Blue Moon is probably best known for the buffet. For 70 soles ($21.60) on weekends and holidays, you can try a sample of most everything on the menu from cured meats, olives and cheeses to lamb, rabbit, deer and more well-known Italian plates featuring beef, chicken, pork, pasta and more.
Blue Moon also serves Peruvian seafood plates such as ceviche and octopus (the Italian-Peruvian community settled in the port city of Callao).
The highlight of my various visits was the deer, which was quite the gamble for us. Deer is common in the midwestern and northern states of the U.S., even for people who don’t hunt. Because if one guy gets a deer, he’ll have so much deer meat that he ends up gifting some to everyone he knows.
Deer meat, known as venison, is lean but has a gamey flavor. The difficult flavor is why you can’t get deer at any restaurants and you end up eating your fair share even if you don’t hunt. When we lived in Michigan, a hunting hotbed, it got to the point where my wife refused to eat it.
Blue Moon’s Deer in Green Pepper Sauce, however, tasted nothing like deer as we knew it. Don Santino recommended it, and he had to convince us. He served it medium rare. It was soft, rich and delicious. Served with a vegetable risotto.
I’ll also highlight the Escalopine Blue Moon, veal cutlets topped with prosciutto, mozzarella and Madeira tomato sauce served with Porcini mushroom risotto.
The lasagna addict wife tried the Lasagna Mafiosa, which blends marinara with alfredo sauces and adds prosciutto slices to the ground beef.
Also pictured is the bruschetta, two Sicilian cannoli and what may be the strangest item to find in Peru which is not on the menu: bear.

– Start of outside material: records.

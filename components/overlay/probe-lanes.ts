import type { Points, Quantity, Series } from '#shared/contract/telemetry.ts';
import { salinityPair } from '../../lib/salinity.ts';
import { seriesName, seriesNameAmong, seriesUnit } from '../../lib/format/series-value.ts';
import { decimalsFor } from '../../lib/format/number.ts';
import type { Columns } from '../charts/gaps.ts';
import type { LaneInput } from '../charts/lane-model.ts';
import { salinityLane } from './salinity-lane.ts';

/** How a kind of quantity is laid out; in this order, with what is not in use by default folded away. */
interface Layout {
  readonly title: string;
  readonly decimals: number;
  /** Less than this is a probe's noise and does not fill the lane. */
  readonly leastSpan: number;
  readonly fromZero: boolean;
  readonly folded: boolean;
}

const layouts: Record<Quantity, Layout> = {
  temperature: { title: 'Temperature', decimals: 1, leastSpan: 1, fromZero: false, folded: false },
  ph: { title: 'pH', decimals: 2, leastSpan: 0.2, fromZero: false, folded: false },
  orp: { title: 'ORP', decimals: 0, leastSpan: 40, fromZero: false, folded: false },
  oxygen: { title: 'Oxygen', decimals: 1, leastSpan: 1, fromZero: false, folded: false },
  'oxygen-percent': { title: 'Oxygen saturation', decimals: 0, leastSpan: 10, fromZero: false, folded: false },
  conductivity: { title: 'Conductivity', decimals: 1, leastSpan: 1, fromZero: false, folded: true },
  level: { title: 'Level', decimals: 0, leastSpan: 100, fromZero: true, folded: true },
  power: { title: 'Power', decimals: 0, leastSpan: 20, fromZero: true, folded: true },
  flow: { title: 'Flow', decimals: 1, leastSpan: 1, fromZero: true, folded: true },
};
const order = Object.keys(layouts);
const seriesPerLane = 3;
const salinityId = 'salinity';

/** The series of one lane: one kind of quantity in one unit. */
export interface ProbeGroup {
  readonly id: string;
  readonly title: string;
  readonly unit: string;
  readonly folded: boolean;
  readonly series: readonly Series[];
}

function kindOf(series: Series): string {
  return series.quantity === null ? series.id : `${series.quantity} ${series.unit}`;
}

/** Series by kind of quantity, at most three a lane; a series whose quantity nobody knows has a lane of its own. */
export function groupProbes(all: readonly Series[]): ProbeGroup[] {
  const kinds = new Map<string, Series[]>();
  for (const series of all) kinds.set(kindOf(series), [...(kinds.get(kindOf(series)) ?? []), series]);
  const pair = salinityPair(all);
  const computed: ProbeGroup[] =
    pair === null
      ? []
      : [{ id: salinityId, title: 'Salinity, computed', unit: '', folded: true, series: [pair.conductivity, pair.temperature] }];
  const rank = (series: Series | undefined) => (series?.quantity ? order.indexOf(series.quantity) : order.length);
  const measured = [...kinds.entries()]
    .sort(([, a], [, b]) => rank(a[0]) - rank(b[0]))
    .flatMap(([kind, series]) => {
      const count = Math.ceil(series.length / seriesPerLane);
      return Array.from({ length: count }, (_, i): ProbeGroup => {
        const own = series.slice(i * seriesPerLane, (i + 1) * seriesPerLane);
        const first = own[0];
        const layout = first?.quantity ? layouts[first.quantity] : null;
        const title = layout?.title ?? (first ? seriesName(first) : kind);
        return {
          id: `${kind} ${i}`,
          title: count > 1 ? `${title} (${i + 1} of ${count})` : title,
          unit: first ? seriesUnit(first) : '',
          folded: layout?.folded ?? true,
          series: own,
        };
      });
    });
  return [...measured, ...computed];
}

const nothing: Columns = { resolutionMs: 0, t: [], min: [], mean: [], max: [], count: [] };

function decimalsOf(points: readonly Columns[]): number {
  return decimalsFor(points[0]?.mean.at(-1) ?? 0);
}

export function probeLane(group: ProbeGroup, bySeriesId: ReadonlyMap<string, Points>): LaneInput {
  const salinity = group.id === salinityId ? salinityLane(group.series, bySeriesId) : null;
  if (salinity !== null) return salinity;
  const quantity = group.series[0]?.quantity ?? null;
  const layout = quantity === null ? null : layouts[quantity];
  const columns = group.series.map((series) => bySeriesId.get(series.id) ?? nothing);
  return {
    id: group.id,
    title: group.title,
    unit: group.unit,
    decimals: layout?.decimals ?? decimalsOf(columns),
    fromZero: layout?.fromZero ?? false,
    leastSpan: layout?.leastSpan ?? 0,
    band: null,
    limits: [],
    traces: group.series.map((series, i) => ({
      id: series.id,
      label: seriesNameAmong(series, group.series),
      dashed: i > 0,
      columns: columns[i] ?? nothing,
    })),
    tests: null,
    doses: null,
  };
}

After introducing myself Don Santino brought us a few samples of imported bear meat from Italy. I had never had bear, and we were rather surprised how soft and flavorful it was. Santino attributes that to the three-day process of cooking it.
Just when you thought the place was already overflowing with character, I have to mention the bottle collection. The walls and ceilings are covered with bottles from around the world. With a collection of over 20,000, Blue Moon has Latin America’s largest bottle collection. Pictures of the dining rooms also included.
Don Santino is clearly passionate about food. Not only because he owns what has become an iconic restaurant in a gastronomic heavyweight city with high competition for icons. But because if you get him started on cooking, he’ll talk to you all about it.
Blue Moon makes some of its own cheeses and cured meats. The rest is imported from Italy. Also worthy of note are its homemade chocolates, which are so good I’d save room for at least one full plate of sweets if planning on hitting the buffet.
Most of the best dishes cost 40 soles ($13) and up, with the most expensive dishes priced at 90 ($28). However the lasagnas and basic pastas go for as little as 20.